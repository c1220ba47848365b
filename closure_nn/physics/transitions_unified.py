r"""Flow-pattern transitions of the unified model (Barnea 1986, 1987) and of downward flow (BST82).

Criteria valid over the whole range of inclinations, used by
:func:`closure_nn.physics.patterns.classify` (its module docstring has the decision tree): the
annular film and dispersed bubble need no stratified equilibrium; the BST82 criteria of a downward
layer are evaluated at the closure's own equilibrium. Every function is plain vectorised float64
torch over any batch shape ``(*batch)``; SI units; theta in rad, + upward.

Sources (the equations are written from memory of the papers, each docstring says so; the forms
of the film equation, film instability, blockage, dispersed-bubble diameters, bubble migration and
both BST82 criteria were compared, when written, with independent open implementations of B87 and
agree; tests/test_transitions_sources.py checks each against a published point, limit or line):

* Barnea, D. (1986), "Transition from annular flow and from dispersed bubble flow - unified
  models for the whole range of pipe inclinations", Int. J. Multiphase Flow 12(5):733-744,
  doi:10.1016/0301-9322(86)90048-0 (B86): annular film equation, film instability, liquid
  blockage, dispersed-bubble transition with the bubble-migration diameter.
* Barnea, D. (1987), "A unified model for predicting flow-pattern transitions for the whole range
  of pipe inclinations", Int. J. Multiphase Flow 13(1):1-12, doi:10.1016/0301-9322(87)90002-4
  (B87): the assembly of the criteria, and the existence of bubble flow in inclined upflow
  (bubbles that reach the upper wall coalesce).
* Barnea, D., Shoham, O. & Taitel, Y. (1982), "Flow pattern transition for downward inclined two
  phase flow; horizontal to vertical", Chem. Eng. Sci. 37(5):735-740, and "... for vertical
  downward two phase flow", Chem. Eng. Sci. 37(5):741-744 (BST82): stratified to annular flow in
  downward pipes when drops torn from the fast liquid layer reach the upper wall; the falling film
  of vertical downflow bridging the pipe at high liquid rates.

Superficial pressure gradients (B86), with the Fanning factor of Taitel & Dukler (1976)
:math:`f = \max(16/Re, 0.046\,Re^{-0.2})` (:func:`closure_nn.physics.friction.fanning_blasius_td`):

.. math::
    P_{SL} = \frac{2 f_{SL}\rho_L v_{SL}^2}{D},\quad P_{SG} = \frac{2 f_{SG}\rho_G v_{SG}^2}{D},\quad
    X^2 = \frac{P_{SL}}{P_{SG}},\quad Y = \frac{(\rho_L - \rho_G)\,g\sin\theta}{P_{SG}}
"""
from __future__ import annotations

import math

import torch

from .conditions import Conditions
from .friction import fanning_blasius_td
from .local_state import LocalState

#: film holdup at which the annular film bridges the pipe (B86: half of the smallest slug-body
#: holdup 0.48, from memory) [-]
H_BLOCKAGE = 0.24
#: closest packing of bubbles: no dispersed bubble flow at a no-slip void above this (TBD80, B86) [-]
VOID_PACKING = 0.52
#: bubble lift coefficient C_L and distortion coefficient gamma of the bubble-migration criterion
#: (B87; gamma 1.1-1.5 in the paper, from memory; we take the upper end, the widest bubble band)
LIFT_COEF, GAMMA_BUBBLE = 0.8, 1.5
#: Froude number u_L / (g h_L)^(1/2) above which a downward stratified layer is wavy (BST82) [-]
FROUDE_WAVY = 1.5
_TINY = 1e-300


def superficial_gradients(cond: Conditions) -> tuple[torch.Tensor, torch.Tensor]:
    r"""Frictional -dp/dx of each phase flowing alone, (P_SL, P_SG) [Pa/m] (module docstring).

    >>> from closure_nn.physics.conditions import make_conditions
    >>> psl, psg = superficial_gradients(make_conditions(vsl=0.1, vsg=15.0, D=0.05))
    >>> round(float(psl), 2), round(float(psg), 1)  # Re_SL 4990, Re_SG 50000 (Blasius)
    (3.34, 57.1)
    """
    re_l = cond.rhol * cond.vsl.abs() * cond.D / cond.mul
    re_g = cond.rhog * cond.vsg.abs() * cond.D / cond.mug
    psl = 2 * fanning_blasius_td(re_l.clamp_min(1e-12)) * cond.rhol * cond.vsl**2 / cond.D
    psg = 2 * fanning_blasius_td(re_g.clamp_min(1e-12)) * cond.rhog * cond.vsg**2 / cond.D
    return psl, psg


def _film_residual(H: torch.Tensor, psl, psg, buoy) -> torch.Tensor:
    """B86 film equation times H^3 P_SG (finite for P_SG -> 0): see :func:`barnea_film_holdup`."""
    return (1 + 75 * H) * H**2 / (1 - H) ** 2.5 * psg - psl - buoy * H**3


def barnea_film_holdup(cond: Conditions, n_grid: int = 160, n_bisect: int = 60) -> torch.Tensor:
    r"""Liquid holdup H_LF [-] of the annular film, the thinnest root of Barnea's film equation.

    .. math::
        Y = \frac{1 + 75 H_{LF}}{(1 - H_{LF})^{5/2}\,H_{LF}} - \frac{X^2}{H_{LF}^3}

    The film and core momentum balances with the film wall factor of the superficial liquid flow
    (the film's hydraulic diameter H_LF D gives Re_film = Re_SL), a core of diameter
    D (1 - H_LF)^(1/2), and Wallis's (1969) interfacial factor f_i = f_SG (1 + 300 delta/D) with
    delta/D ~ H_LF / 4. Source: Barnea (1986), the dimensionless annular-film equation (from
    memory; the derivation was redone here from the two balances and gives the same form). Solved
    multiplied by H^3 P_SG, so it stays finite at zero gas rate: F(H) = (1 + 75 H) H^2 (1 - H)^-5/2
    P_SG - P_SL - (rho_L - rho_G) g sin(theta) H^3, F(0) = -P_SL < 0 and F -> +inf as H -> 1, so a
    root always exists; the smallest is taken (grid of ``n_grid`` log-spaced points, then
    bisection). Upward flow (Y > 0) thickens the film, downward flow (Y < 0) thins it.

    >>> from closure_nn.physics.conditions import make_conditions
    >>> c = make_conditions(vsl=0.1, vsg=20.0, D=0.05, theta=math.pi / 2)
    >>> round(float(barnea_film_holdup(c)), 3)  # vertical upflow, 5 cm air-water
    0.131
    """
    psl, psg = superficial_gradients(cond)
    buoy = (cond.rhol - cond.rhog) * cond.g * torch.sin(cond.theta)
    grid = torch.logspace(-6, math.log10(0.999), n_grid, dtype=torch.float64)
    ex = lambda t: t.unsqueeze(-1)  # noqa: E731
    F = _film_residual(grid, ex(psl), ex(psg), ex(buoy))
    pos = F > 0
    # first grid node where F > 0 (always exists: the last node is close to H = 1)
    first = torch.where(pos.any(-1), pos.to(torch.int64).argmax(-1), torch.full(psl.shape, n_grid - 1))
    first = first.clamp_min(1)
    lo, hi = grid[first - 1], grid[first]
    for _ in range(n_bisect):
        mid = 0.5 * (lo + hi)
        up = _film_residual(mid, psl, psg, buoy) > 0
        hi, lo = torch.where(up, mid, hi), torch.where(up, lo, mid)
    return 0.5 * (lo + hi)


def barnea_film_unstable(cond: Conditions, H: torch.Tensor) -> torch.Tensor:
    r"""True where the annular film of holdup H is unstable (Barnea 1986 film-instability criterion).

    .. math:: Y \ge \frac{2 - \tfrac32 H_{LF}}{H_{LF}^3\,(1 - \tfrac32 H_{LF})}\,X^2

    The film cannot be carried upward steadily: part of the liquid falls back and bridges the
    pipe. Source: Barnea (1986) (from memory). The right-hand side is the locus dY/dH = 0 of the
    film equation with the simplified core term (1 - H)^(-1/2) (checked by hand here), i.e. the
    turning point beyond which no thin film solution exists. Evaluated multiplied by H^3 P_SG.
    In downward flow (Y < 0) it never holds; there the film leaves annular flow by blockage only
    (:data:`H_BLOCKAGE`). Shapes ``(*batch)``.
    """
    psl, psg = superficial_gradients(cond)
    buoy = (cond.rhol - cond.rhog) * cond.g * torch.sin(cond.theta)
    thin = H < 2.0 / 3.0
    rhs = (2 - 1.5 * H) / (1 - 1.5 * H).clamp_min(1e-12) * psl
    return thin & (buoy * H**3 >= rhs)


def barnea_annular_ok(cond: Conditions) -> torch.Tensor:
    r"""True where annular flow is possible: a stable film thinner than blockage (Barnea 1986).

    Annular -> intermittent when the film's holdup reaches :data:`H_BLOCKAGE` = 0.24 (enough
    liquid to bridge the pipe: half the smallest slug-body holdup, 0.48) or the film is unstable
    (:func:`barnea_film_unstable`). Source: Barnea (1986); the unified model of Barnea (1987)
    uses it at every inclination (from memory). Shapes ``(*batch)``.

    >>> from closure_nn.physics.conditions import make_conditions
    >>> c = make_conditions(vsl=[0.01, 1.0], vsg=[5.0, 5.0], D=0.05, theta=-math.pi / 2)
    >>> barnea_annular_ok(c).tolist()  # vertical downflow: falling film at low liquid rate only
    [True, False]
    """
    H = barnea_film_holdup(cond)
    return (H < H_BLOCKAGE) & ~barnea_film_unstable(cond, H)


def barnea_bubble_diameters(cond: Conditions) -> tuple[torch.Tensor, torch.Tensor, torch.Tensor]:
    r"""(d_max, d_CD, d_CB) [m] of Barnea's (1986) dispersed-bubble transition.

    .. math::
        d_{max} = \left(0.725 + 4.15\sqrt{\tfrac{v_{SG}}{u_M}}\right)\left(\frac{\sigma}{\rho_L}\right)^{0.6}
                  \left(\frac{2 f_M u_M^3}{D}\right)^{-0.4}

        d_{CD} = 2\sqrt{\frac{0.4\,\sigma}{(\rho_L - \rho_G)\,g}},\qquad
        d_{CB} = \frac38\,\frac{\rho_L}{\rho_L - \rho_G}\,\frac{f_M u_M^2}{g\,|\cos\theta|}

    d_max: the largest bubble turbulence leaves unbroken (Hinze 1955 with the Calderbank factor
    for the gas fraction); d_CD: above it bubbles deform and coalesce (Brodkey); d_CB: above it
    buoyancy beats turbulence and bubbles migrate to the upper wall (matters near horizontal;
    infinite in vertical pipes). f_M: Fanning factor of :func:`fanning_blasius_td` at
    Re_M = rho_L u_M D / mu_L. Source: Barnea (1986), also Barnea (1987) (from memory).
    Shapes ``(*batch)``.
    """
    vm = cond.vm.clamp_min(_TINY)
    drho = (cond.rhol - cond.rhog).clamp_min(_TINY)
    f_m = fanning_blasius_td((cond.rhol * vm * cond.D / cond.mul).clamp_min(1e-12))
    d_max = ((0.725 + 4.15 * torch.sqrt(cond.vsg.clamp_min(0.0) / vm)) * (cond.sigma / cond.rhol) ** 0.6
             * (2 * f_m * vm**3 / cond.D) ** -0.4)
    d_cd = 2 * torch.sqrt(0.4 * cond.sigma / (drho * cond.g))
    cos = torch.cos(cond.theta).abs().clamp_min(1e-12)
    d_cb = 0.375 * cond.rhol / drho * f_m * vm**2 / (cond.g * cos)
    return d_max, d_cd, d_cb


def barnea_dispersed(cond: Conditions) -> torch.Tensor:
    r"""True where the flow is dispersed bubble by Barnea (1986), at any inclination.

    .. math:: d_{max} < \min(d_{CD}, d_{CB}) \quad\text{and}\quad v_{SG}/u_M < 0.52

    (:func:`barnea_bubble_diameters`; 0.52 the closest packing of bubbles, TBD80). Source: Barnea
    (1986) (from memory). Shapes ``(*batch)``.

    >>> from closure_nn.physics.conditions import make_conditions
    >>> barnea_dispersed(make_conditions(vsl=[4.0, 0.3], vsg=[0.1, 1.0], D=0.05)).tolist()
    [True, False]
    """
    d_max, d_cd, d_cb = barnea_bubble_diameters(cond)
    void = cond.vsg / cond.vm.clamp_min(_TINY)
    return (d_max < torch.minimum(d_cd, d_cb)) & (void < VOID_PACKING)


def bubble_rise_velocity(cond: Conditions) -> torch.Tensor:
    r"""Rise velocity of small deformable bubbles in stagnant liquid, Harmathy (1960) [m/s]:

    .. math:: U_0 = 1.53\left[\frac{g(\rho_L - \rho_G)\sigma}{\rho_L^2}\right]^{1/4}

    About 0.25 m/s for air-water (doctest). Source: Harmathy, T.Z. (1960), AIChE J. 6(2):281-288.

    >>> from closure_nn.physics.conditions import make_conditions
    >>> round(float(bubble_rise_velocity(make_conditions(vsl=1.0, vsg=0.1, D=0.1))), 3)
    0.249
    """
    drho = (cond.rhol - cond.rhog).clamp_min(0.0)
    return 1.53 * (cond.g * drho * cond.sigma / cond.rhol**2) ** 0.25


def bubble_migration_allowed(cond: Conditions, lift: float = LIFT_COEF, gamma: float = GAMMA_BUBBLE) -> torch.Tensor:
    r"""True where bubbles do not reach the upper wall, so bubble flow can exist (Barnea 1987).

    .. math::
        \frac{\cos\theta}{\sin^2\theta} \le \frac34\cos 45^\circ\,\frac{U_0^2}{g}\,\frac{C_L\gamma^2}{D}

    A bubble rising at U_0 along a zigzag path (45 deg) drifts across the pipe by buoyancy while
    the liquid's lift keeps it off the wall; a bubble at the upper wall coalesces into a Taylor
    bubble, so bubble flow needs a steep pipe. U_0 from :func:`bubble_rise_velocity`, lift
    coefficient C_L = 0.8, bubble distortion coefficient gamma (1.1-1.5 in B87; we take 1.5, the
    widest bubble band). Source: Barnea (1987), the bubble-migration criterion (from memory; the
    form, with the pipe diameter D in the denominator and no further factor, agrees with two
    independent open implementations of B87 read when this was written). The critical angle is
    about 77 deg for air-water in a 25 mm pipe, 83 deg at 51 mm and 87 deg at 100 mm (doctest):
    steeper in wider pipes. Only meaningful for upward flow (theta > 0); False for theta <= 0.

    >>> from closure_nn.physics.conditions import make_conditions
    >>> deg = torch.tensor([60.0, 85.0, 87.0, 90.0], dtype=torch.float64)
    >>> bubble_migration_allowed(make_conditions(vsl=1.0, vsg=0.1, D=0.1, theta=torch.deg2rad(deg))).tolist()
    [False, False, True, True]
    """
    sin = torch.sin(cond.theta)
    lhs = torch.cos(cond.theta).clamp_min(0.0) / (sin**2).clamp_min(_TINY)
    rhs = 0.75 * math.cos(math.pi / 4) * bubble_rise_velocity(cond) ** 2 / cond.g * lift * gamma**2 / cond.D
    return (sin > 0) & (lhs <= rhs)


def bst_annular_liquid_velocity(cond: Conditions, s: LocalState, f_wl: torch.Tensor) -> torch.Tensor:
    r"""In-situ liquid velocity from which downward stratified flow turns annular [m/s] (BST82).

    .. math:: u_{L,A} = \sqrt{\frac{g D\,(1 - h_L/D)\cos\theta}{f_L}}

    At high liquid rates in downward pipes the layer is thin and fast; drops torn from its wavy
    surface by the liquid's turbulence cross the gas space, D - h_L, and wet the upper wall, and a
    film forms around the circumference. Annular when the stratified layer's u_L >= u_L,A. f_L is
    the closure's Fanning liquid wall factor at its stratified equilibrium (BST82 and B87 used
    Taitel & Dukler's 0.046 Re^-0.2), so a learned closure moves this boundary. Source: Barnea,
    Shoham & Taitel (1982), as used by Barnea (1987) (from memory; the form, gas-space height
    1 - h_L/D and Fanning f_L, agrees with an independent open implementation of B87 read when
    this was written; earlier versions had the buoyancy factor 1 - rho_G/rho_L in place of
    1 - h_L/D). Limits: u_L,A -> 0 as theta -> -90 deg (a vertical stratified layer is a falling
    film) and as h_L -> D. Applied only for theta < 0. Shapes ``(*batch)``.

    >>> from closure_nn.physics.conditions import make_conditions
    >>> from closure_nn.physics.local_state import local_state
    >>> c = make_conditions(vsl=0.1, vsg=1.0, D=0.05, theta=-math.pi / 3)
    >>> s = local_state(c, torch.tensor(0.1, dtype=torch.float64), 'stratified')
    >>> round(float(bst_annular_liquid_velocity(c, s, torch.tensor(0.01, dtype=torch.float64))), 3)
    4.697
    """
    cos = torch.cos(cond.theta).clamp_min(0.0)
    gas_space = (1 - s.geom.frac).clamp_min(0.0)
    return torch.sqrt(cond.g * cond.D * gas_space * cos / f_wl.clamp_min(_TINY))


def bst_wavy_froude(cond: Conditions, s: LocalState) -> torch.Tensor:
    r"""Froude number of a downward stratified layer, Fr = u_L / (g h_L)^(1/2) [-] (BST82).

    .. math:: Fr = \frac{u_L}{\sqrt{g\,h_L}} \ge 1.5 \;\Rightarrow\; \text{stratified wavy}

    In downward pipes gravity, not wind, makes the waves: roll waves form on a fast thin layer
    once its Froude number exceeds about 1.5 (:data:`FROUDE_WAVY`). Source: Barnea, Shoham &
    Taitel (1982), used for theta < 0 by Barnea (1987) (from memory; the same form and 1.5 in an
    independent open implementation of B87). h_L = (h/D) D of the equilibrium. Shapes ``(*batch)``.

    >>> from closure_nn.physics.conditions import make_conditions
    >>> from closure_nn.physics.local_state import local_state
    >>> c = make_conditions(vsl=0.05, vsg=1.0, D=0.05, theta=-0.1)
    >>> s = local_state(c, torch.tensor(0.5, dtype=torch.float64), 'stratified')  # u_L 0.1 m/s
    >>> round(float(bst_wavy_froude(c, s)), 4)  # 0.1 / (9.80665 * 0.025) ** 0.5
    0.202
    """
    h_l = (s.geom.frac * cond.D).clamp_min(_TINY)
    return s.u_L.abs() / torch.sqrt(cond.g * h_l)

Activity: Please reproduce exactly the lines in the listing above from the one containing "math:: Y \ge" through the one containing "pipe. Source: Barnea", both included, and nothing more.

Reply:
    .. math:: Y \ge \frac{2 - \tfrac32 H_{LF}}{H_{LF}^3\,(1 - \tfrac32 H_{LF})}\,X^2

    The film cannot be carried upward steadily: part of the liquid falls back and bridges the
    pipe. Source: Barnea (1986) (from memory). The right-hand side is the locus dY/dH = 0 of the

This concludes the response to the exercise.